Steven J. Huber scite author profile

The DATATOP database, which includes clinical information on 800 patients with early untreated Parkinson's disease (PD), is well suited to explore clinical heterogeneity in PD. Patients with early-onset PD (less than or equal to 40 years, N = 33) reached the same level of disability as the late-onset PD (greater than or equal to 70 years, N = 85) group at a significantly slower rate (2.9 vs. 1.7 years). Early-onset PD patients functioned cognitively better than late-onset PD patients. Bradykinesia, and postural instability and gait difficulty (PIGD), were more common at onset in patients with a rapid rate of disease progression ("malignant PD"; duration of symptoms less than 1 year and Hoehn/Yahr stage of 2.5, N = 11) as compared with those with a relatively slow rate of progression ("benign PD"; duration of symptoms greater than 4 years, N = 65).
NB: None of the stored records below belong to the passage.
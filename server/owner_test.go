package server

import (
	"bytes"
	"context"
	"encoding/json"
	"errors"
	"io"
	"net/http"
	"net/url"
	"strings"
	"testing"
	"time"

	"github.com/labstack/echo/v4"
	"github.com/xuri/excelize/v2"

	"tripwell/export/register"
	"tripwell/forms"
	"tripwell/store"
)

// doors gives the two ways of a command to the same store: beside a running server, and alone.
func (r *rig) doors() map[string]func(t *testing.T) *Door {
	return map[string]func(t *testing.T) *Door{
		"beside a server": func(t *testing.T) *Door {
			l, err := ListenSocket(r.dir)
			must(t, err)
			srv := &http.Server{Handler: r.server.OwnerHandler()}
			ended := make(chan error, 1)
			go func() { ended <- srv.Serve(l) }()
			d, err := OpenDoor(t.Context(), r.dir, func() (*store.Store, error) {
				return nil, errors.New("the store was opened although a server answers")
			})
			must(t, err)
			t.Cleanup(func() {
				must(t, d.Close())
				must(t, srv.Close())
				<-ended
			})
			if !d.Beside() {
				t.Error("got a door that is alone")
			}
			return d
		},
		"alone": func(t *testing.T) *Door {
			must(t, r.store.Close())
			d, err := OpenDoor(t.Context(), r.dir, func() (*store.Store, error) {
				return store.Open(r.dir, store.Options{Now: time.Now})
			})
			must(t, err)
			t.Cleanup(func() {
				must(t, d.Close())
				r.reopen()
			})
			if d.Beside() {
				t.Error("got a door beside a server")
			}
			return d
		},
	}
}

// reopen gives the rig its store back.
func (r *rig) reopen() {
	var err error
	r.store, err = store.Open(r.dir, store.Options{Now: time.Now})
	must(r.t, err)
}

func ask(t *testing.T, d *Door, path string, query url.Values) []byte {
	t.Helper()
	body, err := d.Ask(t.Context(), http.MethodGet, path, query, nil)
	must(t, err)
	defer body.Close()
	raw, err := io.ReadAll(body)
	must(t, err)
	return raw
}

func TestDoor_AnswersTheSameBesideAServerAndAlone(t *testing.T) {
	r := newRig(t, 3)
	h := r.enrol(r.crew)
	if got := h.push(h.entry(r.devices[0], 4.5).bytes(t))[0]; got.State != "stored" {
		t.Fatalf("got %+v", got)
	}
	for _, way := range []string{"beside a server", "alone"} { // alone closes the rig's store, so it comes last
		open := r.doors()[way]
		t.Run(way, func(t *testing.T) {
			d := open(t)
			t.Run("info", func(t *testing.T) {
				var info Info
				must(t, json.Unmarshal(ask(t, d, "/own/info", nil), &info))
				if info.Store == "" || info.Epoch != 1 || info.Demo {
					t.Errorf("got %+v", info)
				}
			})
			t.Run("due", func(t *testing.T) { checkDue(t, r, d) })
			t.Run("workbook", func(t *testing.T) { checkWorkbook(t, d) })
			t.Run("a wrong site is told", func(t *testing.T) {
				_, err := d.Ask(t.Context(), http.MethodGet, "/own/due", url.Values{"site": {"NOWHERE"}}, nil)
				var refusal *store.Error
				if !errors.As(err, &refusal) || refusal.Code != "not_found" || !strings.HasSuffix(refusal.Text, ".") {
					t.Errorf("got %v, want not_found with a sentence", err)
				}
			})
			t.Run("labels without an address are refused", func(t *testing.T) {
				_, err := d.Ask(t.Context(), http.MethodGet, "/own/labels", nil, nil)
				var refusal *store.Error
				if !errors.As(err, &refusal) || refusal.Code != "invalid" {
					t.Errorf("got %v, want invalid", err)
				}
			})
			t.Run("check", func(t *testing.T) {
				var report store.CheckReport
				must(t, d.Follow(t.Context(), http.MethodGet, "/own/check", nil, nil, nil, &report))
				if len(report.Problems) > 0 || report.Records == 0 {
					t.Errorf("got %+v", report)
				}
			})
			t.Run("rebuild", func(t *testing.T) { checkRebuild(t, d) })
		})
	}
}

func checkDue(t *testing.T, r *rig, d *Door) {
	raw := ask(t, d, "/own/due", url.Values{"on": {forms.DayOf(time.Now()).String()}, "site": {"KILN-LANE"}})
	lines := strings.Split(strings.TrimSpace(string(raw)), "\n")
	seen := map[string]bool{}
	for _, line := range lines {
		var fields map[string]any
		must(t, json.Unmarshal([]byte(line), &fields))
		for _, name := range []string{"device", "tag", "site", "place", "task", "due", "state", "last"} {
			if _, ok := fields[name]; !ok {
				t.Errorf("line %s lacks %s", line, name)
			}
		}
		if len(fields) != 8 || fields["site"] != "KILN-LANE" || fields["state"] == "upcoming" {
			t.Errorf("got line %s", line)
		}
		seen[fields["device"].(string)] = true
	}
	if !seen[r.devices[1]] || !seen[r.devices[2]] {
		t.Errorf("devices never tested are missing among %d lines", len(lines))
	}
}

func checkWorkbook(t *testing.T, d *Door) {
	f, err := excelize.OpenReader(bytes.NewReader(ask(t, d, "/own/workbook", url.Values{"site": {"KILN-LANE"}})))
	must(t, err)
	defer f.Close()
	if sheets := f.GetSheetList(); len(sheets) < 5 {
		t.Errorf("got sheets %v", sheets)
	}
}

func checkRebuild(t *testing.T, d *Door) {
	var got Rebuilt
	err := d.Follow(t.Context(), http.MethodPost, "/own/rebuild", nil, nil, nil, &got)
	var refusal *store.Error
	switch {
	case d.Beside() && (!errors.As(err, &refusal) || refusal.Code != "conflict"):
		t.Errorf("beside a server: got %v, want a refusal", err)
	case !d.Beside() && (err != nil || got.ViewHash == ""):
		t.Errorf("alone: got %+v, %v", got, err)
	}
}

func TestDoor_ImportsARegister(t *testing.T) {
	r := newRig(t, 0)
	r.enrol(r.crew)
	d := r.doors()["beside a server"](t)
	file := "site,building,floor,room,spot,kind,panel,circuit,rating_a\nKILN-LANE,Main,Ground floor,Kitchen,By the sink,gfci-receptacle,LP-2,14,20\n"
	var report register.Report
	must(t, d.Follow(t.Context(), http.MethodPost, "/own/import/register", nil, strings.NewReader(file), nil, &report))
	if report.Added != 1 {
		t.Errorf("got %+v, want one device added", report)
	}
	must(t, d.Follow(t.Context(), http.MethodPost, "/own/import/register", nil, strings.NewReader(file), nil, &report))
	if report.Added != 0 || report.Unchanged != 1 {
		t.Errorf("the same file again: got %+v, want nothing added", report)
	}
}

func TestDoor_WithoutAStoreSaysSo(t *testing.T) {
	_, err := OpenDoor(t.Context(), t.TempDir(), func() (*store.Store, error) {
		return nil, refuse(codeNotFound, "data", "There is no store.")
	})
	var refusal *store.Error
	if !errors.As(err, &refusal) || refusal.Code != "not_found" {
		t.Errorf("got %v, want the refusal of opening", err)
	}
}

func TestDoor_ALongAnswerCanBeGivenUp(t *testing.T) {
	s, err := New(nil, Options{Alone: true})
	must(t, err)
	gone := make(chan struct{})
	table := []route{{get, "/own/long", owner, func(s *Server, c echo.Context) error {
		return s.work(c, func(ctx context.Context, progress func(done, total int64)) (any, error) {
			progress(1, 2)
			<-ctx.Done()
			close(gone)
			return nil, ctx.Err()
		})
	}, 0}}
	p := newPipes()
	srv := &http.Server{Handler: s.face(table)}
	ended := make(chan error, 1)
	go func() { ended <- srv.Serve(p) }()
	d := &Door{client: &http.Client{Transport: &http.Transport{DialContext: p.dial}}}
	ctx, stop := context.WithCancel(t.Context())
	var told int64
	err = d.Follow(ctx, http.MethodGet, "/own/long", nil, nil, func(done, total int64) { told = done; stop() }, &struct{}{})
	if !errors.Is(err, context.Canceled) || told != 1 {
		t.Errorf("got %v after %d, want cancelled after the first progress", err, told)
	}
	select {
	case <-gone:
	case <-time.After(5 * time.Second):
		t.Error("the work goes on although nobody listens")
	}
	must(t, srv.Close())
	<-ended
}
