package server

import (
	"context"
	"crypto/tls"
	"errors"
	"fmt"
	"net/http"
	"os"
	"path/filepath"
	"slices"
	"strings"

	"golang.org/x/crypto/acme"
	"golang.org/x/crypto/acme/autocert"

	"tripwell/store"
)

// PublicNames gets certificates for public names from an ACME authority (RFC 8555) when somebody first comes by such a
// name, and renews them. Keys and certificates lie in DIR/keys/acme.
type PublicNames struct {
	manager *autocert.Manager
	names   []string
}

// ACME says whom to ask. Directory is the authority's address, "" for Let's Encrypt; Mail may be empty. Client is for an
// authority whose own certificate is not among the system's roots, else nil.
type ACME struct {
	Directory string
	Mail      string
	Client    *http.Client
}

// NewPublicNames answers for these names and no others: a certificate asked for by whoever points a name here would use up
// what the authority grants. Starting it accepts the authority's terms.
func NewPublicNames(s *store.Store, names []string, a ACME) (*PublicNames, error) {
	if len(names) == 0 {
		return nil, errors.New("an ACME authority vouches for names: give the name phones use with --name, or with --url")
	}
	cache := filepath.Join(s.KeysDir(), "acme")
	if err := os.MkdirAll(cache, 0o700); err != nil {
		return nil, fmt.Errorf("keep certificates: %w", err)
	}
	p := &PublicNames{names: names, manager: &autocert.Manager{
		Prompt: autocert.AcceptTOS, Cache: autocert.DirCache(cache), HostPolicy: only(names), Email: a.Mail,
	}}
	if a.Directory != "" || a.Client != nil {
		p.manager.Client = &acme.Client{DirectoryURL: a.Directory, HTTPClient: a.Client}
	}
	return p, nil
}

func only(names []string) autocert.HostPolicy {
	return func(_ context.Context, host string) error {
		if slices.ContainsFunc(names, func(name string) bool { return strings.EqualFold(name, host) }) {
			return nil
		}
		return fmt.Errorf("no certificate is asked for %q: it is not among the names given with --name", host)
	}
}

func (p *PublicNames) config() *tls.Config {
	c := p.manager.TLSConfig()
	c.MinVersion = tls.VersionTLS12
	return c
}

// plain answers the authority's question over http and sends everybody else to https.
func (p *PublicNames) plain(_ *Server, port string) http.Handler {
	return p.manager.HTTPHandler(toSecure(port, func(asked string) string {
		if slices.ContainsFunc(p.names, func(name string) bool { return strings.EqualFold(name, asked) }) {
			return asked
		}
		return p.names[0]
	}))
}

func (p *PublicNames) strict() bool { return true }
Comparisons of tremor-dominant PD (mean tremor score/mean PIGD score less than or equal to 1.5, N = 441) with the PIGD-dominant type (mean tremor score/mean PIGD score greater than or equal to 1.0, N = 233) provided support for the existence of clinical subtypes. The PIGD group reported significantly greater subjective intellectual, motor, and occupational impairment than the tremor group. Stage II patients had higher depression scores than stage I patients. Among the patients participating in the DATATOP, older age at onset with bradykinesia, or with the PIGD form of PD, is associated with more functional disability than when the symptoms are dominated by tremor or begin at a younger age.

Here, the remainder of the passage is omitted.